Requirement> One line at a time, check the entries below for the word "rules", and copy each line that has it.

Supplied entries>

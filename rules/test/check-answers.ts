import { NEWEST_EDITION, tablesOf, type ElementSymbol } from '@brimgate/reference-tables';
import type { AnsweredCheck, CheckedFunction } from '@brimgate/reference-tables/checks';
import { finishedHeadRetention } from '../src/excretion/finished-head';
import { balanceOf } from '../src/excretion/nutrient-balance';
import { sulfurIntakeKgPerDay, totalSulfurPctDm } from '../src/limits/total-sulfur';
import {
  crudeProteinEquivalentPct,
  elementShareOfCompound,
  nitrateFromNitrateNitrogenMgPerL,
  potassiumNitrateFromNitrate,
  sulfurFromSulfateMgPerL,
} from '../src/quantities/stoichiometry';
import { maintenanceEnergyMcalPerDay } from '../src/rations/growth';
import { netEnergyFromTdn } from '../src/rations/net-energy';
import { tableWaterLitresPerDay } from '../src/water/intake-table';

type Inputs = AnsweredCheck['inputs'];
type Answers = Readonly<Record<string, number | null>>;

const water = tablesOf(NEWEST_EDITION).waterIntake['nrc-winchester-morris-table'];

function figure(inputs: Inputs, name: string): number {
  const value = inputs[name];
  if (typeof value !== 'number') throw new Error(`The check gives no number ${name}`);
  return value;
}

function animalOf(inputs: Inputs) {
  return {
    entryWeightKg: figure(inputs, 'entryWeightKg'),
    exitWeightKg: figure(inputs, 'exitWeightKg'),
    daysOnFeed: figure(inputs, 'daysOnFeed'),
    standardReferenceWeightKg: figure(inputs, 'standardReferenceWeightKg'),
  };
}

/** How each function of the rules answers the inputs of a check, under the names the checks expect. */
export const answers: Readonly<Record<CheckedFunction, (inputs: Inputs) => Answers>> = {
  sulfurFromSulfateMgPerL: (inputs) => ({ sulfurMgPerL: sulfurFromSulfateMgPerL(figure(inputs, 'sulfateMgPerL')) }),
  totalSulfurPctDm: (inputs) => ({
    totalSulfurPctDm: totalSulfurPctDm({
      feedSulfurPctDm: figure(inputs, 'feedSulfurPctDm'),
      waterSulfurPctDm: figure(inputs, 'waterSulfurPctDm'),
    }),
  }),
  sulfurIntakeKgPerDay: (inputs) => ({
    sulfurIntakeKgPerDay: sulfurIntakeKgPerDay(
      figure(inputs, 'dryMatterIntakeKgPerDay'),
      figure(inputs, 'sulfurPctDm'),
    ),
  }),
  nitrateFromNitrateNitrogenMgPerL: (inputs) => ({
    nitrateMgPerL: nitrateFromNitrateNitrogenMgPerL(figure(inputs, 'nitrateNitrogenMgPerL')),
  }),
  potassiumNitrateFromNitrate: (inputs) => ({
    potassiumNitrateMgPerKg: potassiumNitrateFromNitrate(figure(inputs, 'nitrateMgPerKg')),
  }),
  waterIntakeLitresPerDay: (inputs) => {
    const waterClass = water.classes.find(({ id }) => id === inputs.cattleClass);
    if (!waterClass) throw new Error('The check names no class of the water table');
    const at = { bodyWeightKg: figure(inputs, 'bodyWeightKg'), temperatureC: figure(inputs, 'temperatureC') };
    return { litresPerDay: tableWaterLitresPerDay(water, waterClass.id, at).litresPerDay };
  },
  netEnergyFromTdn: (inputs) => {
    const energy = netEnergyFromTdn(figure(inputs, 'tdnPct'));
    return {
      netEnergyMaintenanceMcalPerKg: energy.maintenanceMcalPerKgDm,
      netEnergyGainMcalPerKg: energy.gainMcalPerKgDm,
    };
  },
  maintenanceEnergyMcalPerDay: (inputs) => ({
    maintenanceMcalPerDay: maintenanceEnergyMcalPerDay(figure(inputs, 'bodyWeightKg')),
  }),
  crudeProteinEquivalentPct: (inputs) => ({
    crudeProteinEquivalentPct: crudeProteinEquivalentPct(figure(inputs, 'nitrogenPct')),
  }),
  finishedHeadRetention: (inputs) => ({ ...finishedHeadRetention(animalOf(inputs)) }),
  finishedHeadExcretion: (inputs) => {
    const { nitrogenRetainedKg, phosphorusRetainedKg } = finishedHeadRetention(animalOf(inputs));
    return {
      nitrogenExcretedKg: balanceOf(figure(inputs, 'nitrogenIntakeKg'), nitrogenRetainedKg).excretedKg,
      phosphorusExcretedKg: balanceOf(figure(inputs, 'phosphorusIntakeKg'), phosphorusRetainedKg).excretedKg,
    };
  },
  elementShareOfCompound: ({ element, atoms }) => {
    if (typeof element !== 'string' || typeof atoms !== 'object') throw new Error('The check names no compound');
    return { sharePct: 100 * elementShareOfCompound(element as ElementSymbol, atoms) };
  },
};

Task answer>
filename rules/test/check-answers.ts
/** How each function of the rules answers the inputs of a check, under the names the checks expect. */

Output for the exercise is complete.